[Stored data]

#[test]
fn the_history_records_what_happened_when_and_who_did_it() {
    let d = three_versions(Share::ALL);
    let contract = Contract::admin(&d);
    d.upload(NAME, "v4", &model_bytes(NAME, "v4"), "?reason=refit")
        .expect(201);
    d.admin_json(
        "POST",
        &format!("/models/{NAME}/live"),
        &json!({"version": "v4", "reason": "better calibrated"}),
    )
    .expect(200);
    // A change made on the directory directly (the CLI) is in the same history.
    lifecycle::promote(d.root(), NAME, "v2", false, "cli:ana", None).expect("a CLI promotion");
    assert!(d.wait_for_version(NAME, "v2", Duration::from_secs(2)));
    d.rollback(NAME).expect(200);

    let reply = d.admin("GET", &format!("/models/{NAME}/history"), None);
    contract.check_reply("/models/{name}/history", "get", &reply, "the reply");
    let history = reply.expect(200);
    let records = history["records"].as_array().expect("records");
    let summary: Vec<(String, Option<String>, String, String)> = records
        .iter()
        .map(|r| {
            (
                r["action"].as_str().unwrap_or_default().to_string(),
                r["from"].as_str().map(str::to_string),
                r["to"].as_str().unwrap_or_default().to_string(),
                r["who"].as_str().unwrap_or_default().to_string(),
            )
        })
        .collect();
    let step = |action: &str, from: Option<&str>, to: &str, who: &str| {
        (
            action.to_string(),
            from.map(str::to_string),
            to.to_string(),
            who.to_string(),
        )
    };
    let setup = "cli:setup";
    assert_eq!(
        summary,
        [
            step("upload", None, "v1", setup),
            step("upload", None, "v2", setup),
            step("upload", None, "v3", setup),
            step("promote", None, "v1", setup),
            step("upload", None, "v4", WHO),
            step("promote", Some("v1"), "v4", WHO),
            step("promote", Some("v4"), "v2", "cli:ana"),
            step("rollback", Some("v2"), "v4", WHO),
        ]
    );
    assert_eq!(records[4]["reason"], "refit");
    assert_eq!(records[5]["reason"], "better calibrated");
    assert!(records
        .iter()
        .all(|r| r["when"].as_str().is_some_and(|w| w.ends_with('Z'))));
    assert_eq!(history["live"], "v4");
    assert_eq!(history["serving"], "v4");
    assert_eq!(history["rollback_to"], "v1");
    assert_eq!(history["warnings"], json!([]));

    let reply = d.admin("GET", "/models/absent/history", None);
    contract.check_reply("/models/{name}/history", "get", &reply, "the reply");
    reply.expect_problem(404, "unknown-model");
    let reply = d.admin("GET", "/models/NOT_A_NAME/history", None);
    contract.check_reply("/models/{name}/history", "get", &reply, "the reply");
    reply.expect_problem(422, "invalid-label");
}

/// A regression test for following the directory: a rollback written by another process
/// right after an admin promotion, before the watcher's next poll, puts the pointer back where
/// the watcher last saw it. Serving the promoted model straight from the promotion's answer
/// would leave this process on it for good; following the directory serves the pointer.
#[test]
fn a_cli_rollback_right_after_an_admin_promotion_is_served_within_two_seconds() {
    let d = three_versions(Share::ALL);
    for _ in 0..5 {
        assert_eq!(d.promote(NAME, "v2", false).expect(200)["serving"], "v2");
        lifecycle::rollback(d.root(), NAME, "cli:ana", None).expect("a CLI rollback");
        assert!(
            d.wait_for_version(NAME, "v1", Duration::from_secs(2)),
            "still serving {} with the pointer on v1",
            d.public_version(NAME)
        );
        assert_serves(&d, "v1", &model_bytes(NAME, "v1"), &observations(1)[0]);
    }
}

/// What the test itself computes for a shadow comparison of `observations` answered by
/// `live` with `candidate` scoring them.
struct Expected {
    scored: u64,
    mean: f64,
    disagreements: u64,
    bins: Vec<u64>,
}

fn expected_figures(live: &[u8], candidate: &[u8], observations: &[Json]) -> Expected {
    let (live, candidate) = (model_of(live), model_of(candidate));
    let mut bins = vec![0u64; DIFFERENCE_BUCKETS.len()];
    let (mut sum, mut disagreements) = (0.0, 0u64);
    for observation in observations {
        let p = engine_probability(&live, observation);
        let q = engine_probability(&candidate, observation);
        let difference = (q - p).abs();
        sum += difference;
        let bin = DIFFERENCE_BUCKETS
            .iter()
            .position(|&bound| difference <= bound)
            .expect("a difference of at most 1");
        bins[bin] += 1;
        disagreements += u64::from((p >= 0.5) != (q >= 0.5));
    }
    Expected {
        scored: observations.len() as u64,
        mean: sum / observations.len() as f64,
        disagreements,
        bins,
    }
}

#[track_caller]
fn assert_report(report: &Json, expected: &Expected) {
    assert_eq!(report["scored"], expected.scored, "{report}");
    assert_eq!(report["unscored"], 0, "{report}");
    let mean = report["mean_abs_difference"].as_f64().expect("a mean");
    // The same differences summed in another order: relative 1e-12.
    assert!(
        (mean - expected.mean).abs() <= 1e-12 * expected.mean.max(1e-300),
        "mean {mean} but the engine's probabilities give {}",
        expected.mean
    );
    assert_eq!(report["disagreements"], expected.disagreements, "{report}");
    let rate = expected.disagreements as f64 / expected.scored as f64;
    assert_eq!(report["disagreement_rate"].as_f64(), Some(rate));
    let bins: Vec<u64> = report["difference_histogram"]
        .as_array()
        .expect("bins")
        .iter()
        .map(|b| b["count"].as_u64().expect("a count"))
        .collect();
    assert_eq!(bins, expected.bins, "{report}");
    assert_eq!(report["thresholds"], json!({"live": 0.5, "shadow": 0.5}));
    assert_eq!(
        report["notes"],
        json!([]),
        "same thresholds, nothing to note"
    );
}

#[test]
fn a_shadow_with_another_threshold_says_disagreements_may_come_from_the_thresholds() {
    let d = three_versions(Share::ALL);
    let contract = Contract::admin(&d);
    let mut file = base(NAME, "v7");
    file.decision = Some(ogive::model::file::DecisionSpec {
        threshold: Some(0.3),
        bands: Vec::new(),
    });
    let candidate = bytes_of(file);
    d.upload(NAME, "v7", &candidate, "?allow_breaking=true")
        .expect(201);
    let reply = d.set_shadow(NAME, "v7");
    contract.check_reply("/models/{name}/shadow", "put", &reply, "the reply");
    let set = reply.expect(200);
    let changes = set["changes"].as_array().expect("changes");
    assert_eq!(changes.len(), 1, "{set}");
    assert_eq!(changes[0]["change"], "threshold_changed");
    assert_eq!(changes[0]["to_keep"], "no --threshold");
    let notes = set["notes"].as_array().expect("notes");
    assert_eq!(notes.len(), 1, "{set}");
    let note = notes[0].as_str().expect("a sentence");
    assert!(
        note.contains("live 'v1' at 0.5") && note.contains("shadow 'v7' at 0.3"),
        "{note}"
    );
    d.post(
        &format!("/models/{NAME}/probability"),
        &json!({"observations": observations(5)}),
    )
    .expect(200);
    let reply = d.shadow_report(NAME);
    contract.check_reply("/models/{name}/shadow", "get", &reply, "the reply");
    let report = reply.expect(200);
    assert_eq!(report["thresholds"], json!({"live": 0.5, "shadow": 0.3}));
    assert_eq!(report["notes"], json!([note]));
}

#[test]
fn a_shadow_scores_every_request_without_changing_the_answers() {
    let d = three_versions(Share::ALL);
    let contract = Contract::admin(&d);
    let path = format!("/models/{NAME}/probability");
    let all = observations(60);
    let single = |o: &Json| json!({"observation": o, "average_effects": false});
    let strip = |mut body: Json| {
        body["request_id"] = Json::Null;
        body
    };
    let before: Vec<Json> = all[..5]
        .iter()
        .map(|o| strip(d.post(&path, &single(o)).expect(200)))
        .collect();
    let batch_before = strip(
        d.post(&path, &json!({"observations": &all[5..25]}))
            .expect(200),
    );

    let reply = d.set_shadow(NAME, "v3");
    contract.check_reply("/models/{name}/shadow", "put", &reply, "the reply");
    let set = reply.expect(200);
    assert_eq!(
        (
            &set["live_version"],
            &set["shadow_version"],
            &set["replaced"]
        ),
        (&json!("v1"), &json!("v3"), &Json::Null)
    );
    assert_eq!(set["changes"], json!([]));
    let public = d.get(&format!("/models/{NAME}")).expect(200);
    assert_eq!(public["shadow_version"], "v3");

    // The same requests get the same answers.
    for (o, earlier) in all[..5].iter().zip(&before) {
        assert_eq!(&strip(d.post(&path, &single(o)).expect(200)), earlier);
    }
    let batch = strip(
        d.post(&path, &json!({"observations": &all[5..25]}))
            .expect(200),
    );
    assert_eq!(batch, batch_before);
    for o in &all[25..] {
        d.post(&path, &single(o)).expect(200);
    }

    let reply = d.shadow_report(NAME);
    contract.check_reply("/models/{name}/shadow", "get", &reply, "the reply");
    let report = reply.expect(200);
    let (v1, v3) = (model_bytes(NAME, "v1"), model_bytes(NAME, "v3"));
    let expected = expected_figures(&v1, &v3, &all);
    assert_report(&report, &expected);
    assert_eq!(report["live_version_at_start"], "v1");
    assert_eq!(report["share"], 1.0);

    let metrics = d.get("/metrics").text;
    let series = format!("ogive_shadow_scored_total{{model=\"{NAME}\",version=\"v3\"}} 60");
    assert!(metrics.contains(&series), "no {series} in\n{metrics}");
    let count = format!("ogive_shadow_abs_difference_count{{model=\"{NAME}\",version=\"v3\"}} 60");
    assert!(metrics.contains(&count), "no {count}");

    let reply = d.admin("DELETE", &format!("/models/{NAME}/shadow"), None);
    contract.check_reply("/models/{name}/shadow", "delete", &reply, "the reply");
    let cleared = reply.expect(200);
    assert_eq!(cleared["cleared"], "v3");
    assert_eq!(cleared["report"], report);
    let reply = d.shadow_report(NAME);
    contract.check_reply("/models/{name}/shadow", "get", &reply, "the reply");
    reply.expect_problem(404, "no-shadow");
    d.admin("DELETE", &format!("/models/{NAME}/shadow"), None)
        .expect_problem(404, "no-shadow");
    assert!(d.get(&format!("/models/{NAME}")).expect(200)["shadow_version"].is_null());

    // Setting it again starts a new count.
    d.set_shadow(NAME, "v3").expect(200);
    let report = d.shadow_report(NAME).expect(200);
    assert_eq!(report["scored"], 0);
    assert_eq!(report["mean_abs_difference"], Json::Null);
    d.post(&path, &single(&all[0])).expect(200);
    let report = d.shadow_report(NAME).expect(200);
    assert_report(&report, &expected_figures(&v1, &v3, &all[..1]));
}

Your instructions: Copy word for word the stretch of entries above from the line that has "for (o, earlier)" through the line that has "for o in &all[25..]", both ends included, and nothing outside it.

Answer space:
    for (o, earlier) in all[..5].iter().zip(&before) {
        assert_eq!(&strip(d.post(&path, &single(o)).expect(200)), earlier);
    }
    let batch = strip(
        d.post(&path, &json!({"observations": &all[5..25]}))
            .expect(200),
    );
    assert_eq!(batch, batch_before);
    for o in &all[25..] {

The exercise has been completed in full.